Hello sweeties. I do apologise for being late with your horoscopes this month. I was due to organise our local Psychic Fair last week but it was all cancelled because of unforeseen circumstances. But here’s your January stars as promised:
Aries
Mar 21 – Apr 20
January is a great time for you to get out in that garden and start sorting it all out.
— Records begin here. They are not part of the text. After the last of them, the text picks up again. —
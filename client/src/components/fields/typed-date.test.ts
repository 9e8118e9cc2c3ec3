import dayjs from 'dayjs';
import customParseFormat from 'dayjs/plugin/customParseFormat';
import { afterEach, describe, expect, it } from 'vitest';
import { browserDateFormat, checkDate, dateInWords, localeDateFormat, readTypedDate } from './typed-date';
import { i18next } from '@/lib/i18n';

dayjs.extend(customParseFormat);

const GB = localeDateFormat('en-GB');
const US = localeDateFormat('en-US');
const DE = localeDateFormat('de-DE');

describe('localeDateFormat', () => {
  // CLDR date patterns (as shipped in Intl): en-GB dd/MM/y, en-US M/d/y, de dd.MM.y.
  it('reads the numeric order from the locale', () => {
    expect(GB).toEqual({ order: 'DMY', pattern: 'DD/MM/YYYY' });
    expect(US).toEqual({ order: 'MDY', pattern: 'MM/DD/YYYY' });
    expect(DE).toEqual({ order: 'DMY', pattern: 'DD.MM.YYYY' });
  });
});

describe('readTypedDate', () => {
  it('keeps an ISO 8601 calendar date exactly as meant, even far from today', () => {
    // ISO 8601-1:2019 §5.2.2.1 extended calendar date format YYYY-MM-DD.
    expect(readTypedDate('2031-05-05', GB)).toEqual({ kind: 'date', iso: '2031-05-05' });
    expect(readTypedDate('2025-03-14', US)).toEqual({ kind: 'date', iso: '2025-03-14' });
  });

  it('reads the locale order and agrees with dayjs strict parsing of the same pattern', () => {
    // Reference: dayjs customParseFormat in strict mode.
    const cases: [string, typeof GB, string][] = [
      ['14/03/2025', GB, 'DD/MM/YYYY'],
      ['03/14/2025', US, 'MM/DD/YYYY'],
      ['14.03.2025', DE, 'DD.MM.YYYY'],
      ['29/02/2024', GB, 'DD/MM/YYYY'],
    ];
    for (const [text, format, pattern] of cases) {
      const reference = dayjs(text, pattern, true);
      expect(reference.isValid()).toBe(true);
      expect(readTypedDate(text, format)).toEqual({ kind: 'date', iso: reference.format('YYYY-MM-DD') });
    }
  });

  it('refuses dates that do not exist instead of rolling them over (dayjs strict agrees)', () => {
    for (const [text, pattern] of [
      ['29/02/2025', 'DD/MM/YYYY'],
      ['31/04/2025', 'DD/MM/YYYY'],
    ]) {
      expect(dayjs(text, pattern, true).isValid()).toBe(false);
      const read = readTypedDate(text, GB);
      expect(read.kind).toBe('invalid');
    }
    expect(readTypedDate('2025-13-01', GB)).toMatchObject({ kind: 'invalid', message: expect.stringContaining('no month 13') });
  });

  it('refuses a day-first date in a month-first locale rather than guessing', () => {
    expect(readTypedDate('14/03/2025', US)).toMatchObject({ kind: 'invalid', message: expect.stringContaining('no month 14') });
  });

  it('reads a dotted date as the locales that write dots do, whatever the browser locale', () => {
    // Reference: CLDR numeric date patterns as shipped in Intl. Every locale here writes 14 March 2025
    // with dots, day first (or year first in Hungarian); a US browser reads each the same way.
    for (const locale of ['de-DE', 'ru-RU', 'pl-PL', 'fi-FI', 'nb-NO', 'tr-TR', 'cs-CZ', 'hu-HU']) {
      const written = new Intl.DateTimeFormat(locale, { day: '2-digit', month: '2-digit', year: 'numeric', timeZone: 'UTC' }).format(
        new Date(Date.UTC(2025, 2, 14)),
      );
      expect(written).toContain('.');
      for (const format of [US, GB]) expect(readTypedDate(written, format)).toEqual({ kind: 'date', iso: '2025-03-14' });
    }
    // A day that does not exist is still refused, in the dotted order's own words.
    expect(readTypedDate('31.02.2025', US)).toMatchObject({ kind: 'invalid', message: expect.stringContaining('February 2025') });
  });

  it('refuses two-digit years, mistyped years and words with a message saying how to type it', () => {
    expect(readTypedDate('14/03/25', GB)).toMatchObject({ kind: 'invalid', message: expect.stringContaining('four digits') });
    expect(readTypedDate('0203-01-01', GB)).toMatchObject({ kind: 'invalid', message: expect.stringContaining('0203 looks mistyped') });
    expect(readTypedDate('yesterday', GB)).toMatchObject({ kind: 'invalid', message: expect.stringContaining('YYYY-MM-DD or DD/MM/YYYY') });
  });

  it('treats blank as empty', () => {
    expect(readTypedDate('  ', GB)).toEqual({ kind: 'empty' });
  });
});

describe('checkDate', () => {
  it('refuses a future date with a message instead of moving it to today', () => {
    expect(checkDate('2031-05-05', { latest: '2026-12-02' }, GB)).toBe('5 May 2031 is after 2 December 2026, the latest date this can be.');
    expect(checkDate('2026-12-02', { latest: '2026-12-02' }, GB)).toBeNull();
  });

  it('asks for a required date and lets an optional one be empty', () => {
    expect(checkDate('', { required: 'Give the date of the molt.' }, GB)).toBe('Give the date of the molt.');
    expect(checkDate('', {}, GB)).toBeNull();
  });
});

it('dateInWords says the day in words', () => {
  expect(dateInWords('2025-03-14')).toBe('14 March 2025');
});

describe('a German reader', () => {
  afterEach(async () => {
    await i18next.changeLanguage('en');
  });

  it('types dates in German order (DD.MM.YYYY) and hears them in German words', async () => {
    // German numeric order DD.MM.YYYY (DIN 5008, CLDR de dd.MM.y); reference parse: dayjs strict with the same pattern.
    await i18next.changeLanguage('de');
    expect(browserDateFormat()).toEqual({ order: 'DMY', pattern: 'DD.MM.YYYY' });
    expect(readTypedDate('14.03.2025')).toEqual({ kind: 'date', iso: dayjs('14.03.2025', 'DD.MM.YYYY', true).format('YYYY-MM-DD') });
    expect(readTypedDate('14.03.2025')).toEqual({ kind: 'date', iso: '2025-03-14' });
    expect(dateInWords('2025-03-14')).toBe('14. März 2025');
    expect(readTypedDate('2025-13-01')).toMatchObject({ kind: 'invalid', message: 'Einen Monat 13 gibt es nicht. Gib es als JJJJ-MM-TT oder TT.MM.JJJJ ein.' });
    expect(readTypedDate('30.02.2025')).toMatchObject({ kind: 'invalid', message: expect.stringContaining('Februar 2025 hat keinen 30. Tag.') });
  });
});
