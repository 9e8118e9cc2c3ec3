import { Group } from '@mantine/core';
import { TimeInput } from '@mantine/dates';
import '@mantine/dates/styles.css';
import { useState } from 'react';
import { todayIn } from '@broodsilk/shared';
import { dayjs } from '@/lib/dates';
import { DateField } from './date-field';
import { checkDate, readDate } from './typed-date';

/** When something happened: today and now unless the user gives an earlier day and time. */
export function useWhen(timeZone: string) {
  const [now] = useState(() => new Date());
  const today = todayIn(timeZone, now);
  const [date, setDate] = useState(today);
  const [time, setTime] = useState(() => dayjs(now).tz(timeZone).format('HH:mm'));
  const dateError = checkDate(date, { required: 'On which day?', latest: today, latestMessage: 'This has happened, so it cannot be after today.' });
  const timeError = /^\d{2}:\d{2}$/.test(time) ? null : 'The time as HH:MM.';
  const instant = dateError || timeError ? null : dayjs.tz(`${readDate(date)}T${time}`, timeZone);
  const future = instant !== null && instant.valueOf() > now.getTime() + 60_000;
  return {
    date,
    time,
    setDate,
    setTime,
    /** The calendar day given, for window checks; null while it is refused. */
    day: dateError ? null : readDate(date),
    error: dateError ?? timeError ?? (future ? 'This has happened, so it cannot be later than now.' : null),
    dateError,
    timeError: timeError ?? (future ? 'This has happened, so it cannot be later than now.' : null),
    /** The instant to send (ISO 8601), or null while the fields are refused. */
    instant: instant && !future ? instant.toISOString() : null,
  };
}

export type When = ReturnType<typeof useWhen>;

/** The day and time fields for a `useWhen`. */
export function WhenFields({ when, dateLabel = 'On', timeLabel = 'At' }: { when: When; dateLabel?: string; timeLabel?: string }) {
  return (
    <Group grow align="flex-start">
      <DateField label={dateLabel} value={when.date} onChange={(e) => when.setDate(e.currentTarget.value)} error={when.dateError} />
      <TimeInput label={timeLabel} value={when.time} onChange={(e) => when.setTime(e.currentTarget.value)} error={when.timeError} />
    </Group>
  );
}
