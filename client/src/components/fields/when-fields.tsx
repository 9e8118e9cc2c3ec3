import { Group } from '@mantine/core';
import { TimeInput } from '@mantine/dates';
import '@mantine/dates/styles.css';
import { useState } from 'react';
import { todayIn } from '@broodsilk/shared';
import { dayjs } from '@/lib/dates';
import { DateField } from './date-field';
import { checkDate, readDate } from './typed-date';
import { useWords } from '@/lib/i18n';

/** When something happened: today and now unless the user gives an earlier day and time. */
export function useWhen(timeZone: string) {
  const t = useWords();
  const [now] = useState(() => new Date());
  const today = todayIn(timeZone, now);
  const [date, setDate] = useState(today);
  const [time, setTime] = useState(() => dayjs(now).tz(timeZone).format('HH:mm'));
  const dateError = checkDate(date, { required: t('page.shell.fields.whichDay'), latest: today, latestMessage: t('page.shell.fields.notAfterToday') });
  const timeError = /^\d{2}:\d{2}$/.test(time) ? null : t('page.shell.fields.timeAsHhMm');
  const instant = dateError || timeError ? null : dayjs.tz(`${readDate(date)}T${time}`, timeZone);
  const future = instant !== null && instant.valueOf() > now.getTime() + 60_000;
  return {
    date,
    time,
    setDate,
    setTime,
    /** The calendar day given, for window checks; null while it is refused. */
    day: dateError ? null : readDate(date),
    error: dateError ?? timeError ?? (future ? t('page.shell.fields.notLaterThanNow') : null),
    dateError,
    timeError: timeError ?? (future ? t('page.shell.fields.notLaterThanNow') : null),
    /** The instant to send (ISO 8601), or null while the fields are refused. */
    instant: instant && !future ? instant.toISOString() : null,
  };
}

export type When = ReturnType<typeof useWhen>;

/** The day and time fields for a `useWhen`. */
export function WhenFields({ when, dateLabel, timeLabel }: { when: When; dateLabel?: string; timeLabel?: string }) {
  const t = useWords();
  return (
    <Group grow align="flex-start">
      <DateField
        label={dateLabel ?? t('page.shell.fields.on')}
        value={when.date}
        onChange={(e) => when.setDate(e.currentTarget.value)}
        error={when.dateError}
      />
      <TimeInput
        label={timeLabel ?? t('page.shell.fields.at')}
        value={when.time}
        onChange={(e) => when.setTime(e.currentTarget.value)}
        error={when.timeError}
      />
    </Group>
  );
}
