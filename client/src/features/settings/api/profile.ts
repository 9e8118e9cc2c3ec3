import { useMutation, useQueryClient } from '@tanstack/react-query';
import type { ChangePasswordRequest, LoginResponse, Me, UpdateProfileRequest } from '@broodsilk/shared';
import { api, setCsrfToken } from '@/lib/api-client';

// The "me" key belongs to auth; settings only writes through it.
const meKey = ['auth', 'me'] as const;

export function useUpdateProfile() {
  const qc = useQueryClient();
  return useMutation({
    mutationFn: (body: UpdateProfileRequest) => api.patch<Me>('/users/me', body),
    meta: { handlesErrors: true },
    onSuccess: async (me) => {
      qc.setQueryData(meKey, me);
      await qc.invalidateQueries();
    },
  });
}

export function useChangePassword() {
  const qc = useQueryClient();
  return useMutation({
    mutationFn: (body: ChangePasswordRequest) => api.patch<LoginResponse>('/auth/password', body),
    meta: { handlesErrors: true },
    onSuccess: (res) => {
      setCsrfToken(res.csrfToken);
      qc.setQueryData(meKey, res.user);
    },
  });
}
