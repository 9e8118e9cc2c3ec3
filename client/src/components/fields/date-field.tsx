import { TextInput, type TextInputProps } from '@mantine/core';
import { useState, type ChangeEvent } from 'react';
import { useWords } from '@/lib/i18n';
import { browserDateFormat, dateExample, dateInWords, howToType, readTypedDate } from './typed-date';

export type DateFieldProps = Omit<TextInputProps, 'type' | 'placeholder'>;

/**
 * A date typed as text and kept exactly as typed. Beside it the field says in words which day it
 * understood ("14 March 2025"); whether that day is allowed is the form's rule (`dateRule`).
 */
export function DateField({ description, onChange, value, defaultValue, ...props }: DateFieldProps) {
  const t = useWords();
  const [text, setText] = useState(String(value ?? defaultValue ?? ''));
  const shown = value === undefined ? text : String(value ?? '');
  const format = browserDateFormat();
  const read = readTypedDate(shown, format);
  const hint = read.kind === 'date' ? dateInWords(read.iso) : read.kind === 'empty' ? howToType(format) : null;
  return (
    <TextInput
      {...props}
      value={value === undefined ? undefined : shown}
      defaultValue={value === undefined ? defaultValue : undefined}
      onChange={(e: ChangeEvent<HTMLInputElement>) => {
        setText(e.currentTarget.value);
        onChange?.(e);
      }}
      placeholder={format.pattern === 'YYYY-MM-DD' ? 'YYYY-MM-DD' : t('page.shell.fields.dateExample', { example: dateExample(format) })}
      autoComplete="off"
      description={
        description || hint ? (
          <>
            {description}
            {description && hint ? ' · ' : null}
            {hint && <span data-testid="date-in-words">{hint}</span>}
          </>
        ) : undefined
      }
    />
  );
}
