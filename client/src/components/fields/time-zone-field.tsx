import { Select, type SelectProps } from '@mantine/core';

const ZONES = typeof Intl.supportedValuesOf === 'function' ? Intl.supportedValuesOf('timeZone') : ['UTC'];

/** The browser's own IANA time zone, the starting point for a new account. */
export const browserTimeZone = (): string => Intl.DateTimeFormat().resolvedOptions().timeZone;

/** Picks an IANA time zone by typing part of its name; a zone the list lacks (an alias) is kept as given. */
export function TimeZoneField({ current, ...props }: Omit<SelectProps, 'data' | 'searchable'> & { current: string }) {
  return <Select label="Time zone" searchable allowDeselect={false} data={ZONES.includes(current) ? ZONES : [current, ...ZONES]} {...props} />;
}
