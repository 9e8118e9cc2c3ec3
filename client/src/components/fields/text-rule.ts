/** Length limits for text fields: shown as a counter near the limit, refused (never cut) above it. */

export interface TextRule {
  required?: string;
  maxLength: number;
}

/** Counted as the server counts (UTF-16 code units, as class-validator's MaxLength does). */
export function checkText(text: string, rule: TextRule): string | null {
  if (text.trim() === '') return rule.required ?? null;
  if (text.length > rule.maxLength)
    return `This is ${(text.length - rule.maxLength).toLocaleString('en-GB')} characters too long: keep it to ${rule.maxLength.toLocaleString('en-GB')}.`;
  return null;
}

export const textRule = (rule: TextRule) => (text: string) => checkText(text, rule);

/** The counter appears once four fifths of the limit are used. */
export function counterText(length: number, maxLength: number): string | null {
  if (length < maxLength * 0.8) return null;
  return `${length.toLocaleString('en-GB')} of ${maxLength.toLocaleString('en-GB')} characters`;
}
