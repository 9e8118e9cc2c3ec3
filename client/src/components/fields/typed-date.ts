/**
 * Reading a date as typed. A text is read as ISO 8601 (YYYY-MM-DD), as a dotted date day first
 * (14.03.2025, as every locale that writes dots does), or in the browser locale's numeric order
 * (e.g. 14/03/2025 in en-GB, 03/14/2025 in en-US) with a four-digit year; anything
 * else is refused with a message. Nothing is guessed, completed or moved to the nearest allowed day.
 */
import i18next from 'i18next';
import { words } from '@/lib/i18n';

export type DateOrder = 'DMY' | 'MDY' | 'YMD';

export interface LocaleDateFormat {
  order: DateOrder;
  /** How the locale writes it, e.g. "DD/MM/YYYY" or "DD.MM.YYYY". */
  pattern: string;
}

export type TypedDate = { kind: 'empty' } | { kind: 'date'; iso: string } | { kind: 'invalid'; message: string };

const formats = new Map<string, LocaleDateFormat>();

/** The numeric day/month/year order of a locale, read from Intl. */
export function localeDateFormat(locale: string): LocaleDateFormat {
  const known = formats.get(locale);
  if (known) return known;
  const parts = new Intl.DateTimeFormat(locale, { day: '2-digit', month: '2-digit', year: 'numeric', timeZone: 'UTC' }).formatToParts(
    new Date(Date.UTC(2025, 2, 14)),
  );
  const fields = parts.filter((p) => p.type === 'day' || p.type === 'month' || p.type === 'year');
  const order = fields.map((p) => p.type[0].toUpperCase()).join('');
  const pattern = parts
    .map((p) => (p.type === 'day' ? 'DD' : p.type === 'month' ? 'MM' : p.type === 'year' ? 'YYYY' : p.value.replace(/[^./\- ]/g, '')))
    .join('')
    .trim();
  const format: LocaleDateFormat =
    order === 'MDY' || order === 'YMD' ? { order, pattern } : { order: 'DMY', pattern: order === 'DMY' ? pattern : 'DD/MM/YYYY' };
  formats.set(locale, format);
  return format;
}

/**
 * The format the reader types in: German numeric order (DD.MM.YYYY) when the interface is German,
 * else the browser's own locale (14/03/2025 in en-GB, 03/14/2025 in en-US).
 */
export function browserDateFormat(): LocaleDateFormat {
  if (i18next.language === 'de') return localeDateFormat('de-DE');
  return localeDateFormat(typeof navigator === 'undefined' ? 'en-GB' : navigator.language || 'en-GB');
}

/** The locale dates are said in words: the interface language. */
const wordsLocale = (): string => (i18next.language === 'de' ? 'de-DE' : 'en-GB');

/** Years outside this span are almost surely a typing slip (a dropped or extra digit). */
const YEARS = { first: 1900, last: 2199 };

const ISO = /^(\d{4})-(\d{2})-(\d{2})$/;
const NUMERIC = /^(\d{1,4})\s*[./-]\s*(\d{1,2})\s*[./-]\s*(\d{1,4})\.?$/;

export function howToType(format: LocaleDateFormat): string {
  if (format.pattern === 'YYYY-MM-DD') return 'YYYY-MM-DD';
  return words('page.shell.fields.dateOr', {
    pattern: i18next.language === 'de' ? format.pattern.replace('DD', 'TT').replace('YYYY', 'JJJJ') : format.pattern,
  });
}

/** 14 March 2025 written in the format's numeric order, e.g. "14.03.2025" or "03/14/2025". */
export function dateExample(format: LocaleDateFormat): string {
  return format.pattern.replace('DD', '14').replace('MM', '03').replace('YYYY', '2025');
}

/** Reads a typed date; an invalid one carries the message to show next to the field. */
export function readTypedDate(text: string, format: LocaleDateFormat = browserDateFormat()): TypedDate {
  const typed = text.trim();
  if (typed === '') return { kind: 'empty' };
  const how = howToType(format);
  const refuse = (key: string, values: Record<string, unknown> = {}): TypedDate => ({
    kind: 'invalid',
    message: words(`page.shell.fields.${key}`, { ...values, how }),
  });
  let y: string, m: string, d: string;
  const iso = ISO.exec(typed);
  const numeric = NUMERIC.exec(typed);
  if (iso) [, y, m, d] = iso;
  else if (numeric) {
    const [, a, b, c] = numeric;
    // Dots are read as every locale that writes dates with them does (CLDR): day first, or year first
    // when the year leads (14.03.2025, 2025. 03. 14.). Only slashes and hyphens follow the browser's order.
    const order = !typed.includes('.') || /[/-]/.test(typed) ? format.order : a.length === 4 ? 'YMD' : 'DMY';
    if (order === 'YMD') [y, m, d] = [a, b, c];
    else if (order === 'MDY') [m, d, y] = [a, b, c];
    else [d, m, y] = [a, b, c];
  } else return refuse('notADate', { typed });
  if (y.length !== 4 || m.length > 2 || d.length > 2) return refuse('dateDigits');
  const [year, month, day] = [Number(y), Number(m), Number(d)];
  if (year < YEARS.first || year > YEARS.last) return refuse('yearMistyped', { year: y });
  if (month < 1 || month > 12) return refuse('noSuchMonth', { month });
  const date = new Date(Date.UTC(year, month - 1, day));
  if (day < 1 || date.getUTCMonth() !== month - 1) return refuse('noSuchDay', { monthYear: monthYear(year, month), day });
  return { kind: 'date', iso: `${y}-${String(month).padStart(2, '0')}-${String(day).padStart(2, '0')}` };
}

/** "February 2025" / "Februar 2025" in the reader's language. */
function monthYear(year: number, month: number): string {
  return new Intl.DateTimeFormat(wordsLocale(), { month: 'long', year: 'numeric', timeZone: 'UTC' }).format(new Date(Date.UTC(year, month - 1, 1)));
}

/** "14 March 2025" ("14. März 2025" in German): how the field echoes the date it understood. */
export function dateInWords(iso: string): string {
  const [y, m, d] = iso.split('-').map(Number);
  return new Intl.DateTimeFormat(wordsLocale(), { day: 'numeric', month: 'long', year: 'numeric', timeZone: 'UTC' }).format(new Date(Date.UTC(y, m - 1, d)));
}

export interface DateRule {
  /** The message when the field is empty; without it the date is optional. */
  required?: string;
  /** The last allowed date (ISO), e.g. today for something that has happened. */
  latest?: string;
  /** Said when the date is after `latest`; the default names both dates. */
  latestMessage?: string;
  earliest?: string;
  earliestMessage?: string;
}

/** The message for a typed date under a rule, or null when it is accepted as typed. */
export function checkDate(text: string, rule: DateRule = {}, format: LocaleDateFormat = browserDateFormat()): string | null {
  const read = readTypedDate(text, format);
  if (read.kind === 'empty') return rule.required ?? null;
  if (read.kind === 'invalid') return read.message;
  if (rule.latest && read.iso > rule.latest)
    return rule.latestMessage ?? words('page.shell.fields.dateAfterLatest', { date: dateInWords(read.iso), latest: dateInWords(rule.latest) });
  if (rule.earliest && read.iso < rule.earliest)
    return rule.earliestMessage ?? words('page.shell.fields.dateBeforeEarliest', { date: dateInWords(read.iso), earliest: dateInWords(rule.earliest) });
  return null;
}

/** A form validator for a date field. */
export const dateRule =
  (rule: DateRule = {}) =>
  (text: string) =>
    checkDate(text, rule);

/** The ISO date of a checked field for the request, or null when empty. */
export function readDate(text: string): string | null {
  const read = readTypedDate(text);
  return read.kind === 'date' ? read.iso : null;
}

/** Today on this device's calendar, for forms that have no profile zone at hand. */
export function deviceToday(now = new Date()): string {
  return `${now.getFullYear()}-${String(now.getMonth() + 1).padStart(2, '0')}-${String(now.getDate()).padStart(2, '0')}`;
}
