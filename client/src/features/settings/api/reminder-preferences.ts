import { queryOptions, useMutation, useQuery } from '@tanstack/react-query';
import type { ReminderPreferences, UpdateReminderPreferencesRequest } from '@broodsilk/shared';
import { api } from '@/lib/api-client';
import { queryRoots } from '@/lib/query-keys';

/** ['reminders','preferences']: one's own reminder choices. */
export const reminderQueries = {
  preferences: () =>
    queryOptions({
      queryKey: [...queryRoots.reminders, 'preferences'] as const,
      queryFn: ({ signal }) => api.get<ReminderPreferences>('/reminder-preferences', { signal }),
    }),
};

export function useReminderPreferences() {
  return useQuery(reminderQueries.preferences());
}

export function useUpdateReminderPreferences() {
  return useMutation({
    mutationFn: (body: UpdateReminderPreferencesRequest) => api.patch<ReminderPreferences>('/reminder-preferences', body),
    meta: { handlesErrors: true, invalidates: [reminderQueries.preferences().queryKey] },
  });
}
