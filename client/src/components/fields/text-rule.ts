import { words } from '@/lib/i18n';
import { formatNumber } from '@/lib/numbers';

/** Length limits for text fields: shown as a counter near the limit, refused (never cut) above it. */

export interface TextRule {
  required?: string;
  maxLength: number;
}

/** Counted as the server counts (UTF-16 code units, as class-validator's MaxLength does). */
export function checkText(text: string, rule: TextRule): string | null {
  if (text.trim() === '') return rule.required ?? null;
  if (text.length > rule.maxLength) return words('page.shell.fields.tooLong', { count: text.length - rule.maxLength, max: formatNumber(rule.maxLength) });
  return null;
}

export const textRule = (rule: TextRule) => (text: string) => checkText(text, rule);

/** The counter appears once four fifths of the limit are used. */
export function counterText(length: number, maxLength: number): string | null {
  if (length < maxLength * 0.8) return null;
  return words('page.shell.fields.counter', { length: formatNumber(length), max: formatNumber(maxLength) });
}
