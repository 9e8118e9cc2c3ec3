import { Text, TextInput, Textarea, type TextInputProps, type TextareaProps } from '@mantine/core';
import { useState, type ChangeEvent, type ReactNode } from 'react';
import { counterText } from './text-rule';

interface LimitProps {
  /** The server's limit (from TEXT_LIMITS); shown as a counter near it and refused above it by `textRule`. */
  maxLength: number;
}

/** Deliberately no DOM maxlength: a browser cuts a long paste silently, we say it is too long. */
function useCounter(maxLength: number, start: unknown, onChange?: (e: ChangeEvent<HTMLInputElement & HTMLTextAreaElement>) => void) {
  const [length, setLength] = useState(String(start ?? '').length);
  const counter = counterText(length, maxLength);
  const over = length > maxLength;
  return {
    handle: (e: ChangeEvent<HTMLInputElement & HTMLTextAreaElement>) => {
      setLength(e.currentTarget.value.length);
      onChange?.(e);
    },
    note: (description: ReactNode) =>
      description || counter ? (
        <>
          {description}
          {description && counter ? ' · ' : null}
          {counter && (
            <Text span size="xs" c={over ? 'clay' : undefined} fw={over ? 600 : undefined} data-testid="text-counter">
              {counter}
            </Text>
          )}
        </>
      ) : undefined,
  };
}

/** A one-line text field that shows its limit. */
export function TextField({ maxLength, description, onChange, ...props }: Omit<TextInputProps, 'maxLength'> & LimitProps) {
  const { handle, note } = useCounter(maxLength, props.value ?? props.defaultValue, onChange);
  return <TextInput {...props} onChange={handle} description={note(description)} />;
}

/** A multi-line text field that shows its limit. */
export function TextAreaField({ maxLength, description, onChange, ...props }: Omit<TextareaProps, 'maxLength'> & LimitProps) {
  const { handle, note } = useCounter(maxLength, props.value ?? props.defaultValue, onChange);
  return <Textarea rows={3} {...props} onChange={handle} description={note(description)} />;
}
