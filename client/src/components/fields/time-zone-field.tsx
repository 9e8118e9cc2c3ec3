import { Select, type SelectProps } from '@mantine/core';
import { useWords } from '@/lib/i18n';

const ZONES = typeof Intl.supportedValuesOf === 'function' ? Intl.supportedValuesOf('timeZone') : ['UTC'];

/** The browser's own IANA time zone, the starting point for a new account. */
export const browserTimeZone = (): string => Intl.DateTimeFormat().resolvedOptions().timeZone;

/** Picks an IANA time zone by typing part of its name; a zone the list lacks (an alias) is kept as given. */
export function TimeZoneField({ current, ...props }: Omit<SelectProps, 'data' | 'searchable'> & { current: string }) {
  const t = useWords();
  return (
    <Select label={t('page.shell.fields.timeZone')} searchable allowDeselect={false} data={ZONES.includes(current) ? ZONES : [current, ...ZONES]} {...props} />
  );
}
That Christmas Tree that you lugged in the corner behind last year’s uneaten barbeque will need to go, as will that ‘For Sale’ sign that you hilariously nicked on the way home from that pub the night you ended up in bed with that salesperson from Superdrug. Lucky garden tool – the hoe.
Taurus
Apr 21 – May 21
Your bovine stock comes to your aid this month when you run out of Oxo cubes. Your planned meal for your illegal guests is in danger of falling flat on its face as you forget to get some gravy, but in an act of inspiration, you simply scratch your head hard enough over a saucepan to create a beautiful beefy broth to pour over the guests’ dinners.
Gemini
May 22 – Jun 22
As the sign of the twins, you have great fun shagging the same person. They are under the impression that they have one partner, when in fact, you’ve both been getting your end away. Just remember to play safe and have the same story. Lucky yellow-crescent shaped fruit– the banana.
Cancer
June 23 – July 23
The sign of the crab. Diddums.
Leo
July 24 – Aug 23
Ah Leo. Yet again, another brilliant month for anything you do. Things just can’t get any better for you can they?
Virgo
Aug 24 – Sep 23
I happened to meet a Virgo last week and they were very sweet and rather sexy. Your reading’s still shit though so I’m not going to bother giving it to you. Sorry.
Libra
Sept 24 – Oct 23
You’ll get a new job as a librarian this month Libra. But unfortunately, all the libraries are closed so there’s that. Romance is possible this month, but unlikely unless you get that halitosis sorted out pretty sharpish.
Scorpio
Oct 24 – Nov 22
Ooo. Evil Scorpios. Those nasty people who rub Vicks VapoGel over door handles and leave the toilet seat up. How heartless. Your nastiness doesn’t go unnoticed this month though and you are nominated for the “Nasty Person of the Week” Award at work. However, you’re beaten to the post by the guy who wiped his arse in the tissue that he left on the toilet roll for the next person to find. Pure. Evil.
Sagittarius
Nov 23 – Dec 21
Your new business of soup making goes from strength to strength and by the end of the month, you will own all the soup in the world. However, a minor discretion with a member of staff has you up in court in a case of sexual harassment. Deny it all and destroy all the Closed Circuit tape – go on – you can do it – you’re the boss.
Capricorn
Dec 22 – Jan 20
Enterprising Capricorns set up a new business too this month selling cock pills. You spend four solid weeks with your advisors, devising a clever marketing strategy. You final decision is to hack into every person’s email, send global emails to people and hope that it doesn’t go in their spam box. Unlucky Anti-virus programme– any.
Aquarius
Jan 21 – Feb 19
The watery sign of the zodiac. You’ll suffer from intimate moistness this month due to the soaring temperatures. Panty liners may be the answer although if it gets too bad, you can always try Toggles or Pampers. Remember to keep hydrated and to keep cool by not wearing any clothes.
Pisces
Feb 20 – Mar 20
All good things come to those who wait. Be sure to check out my readings for you next month.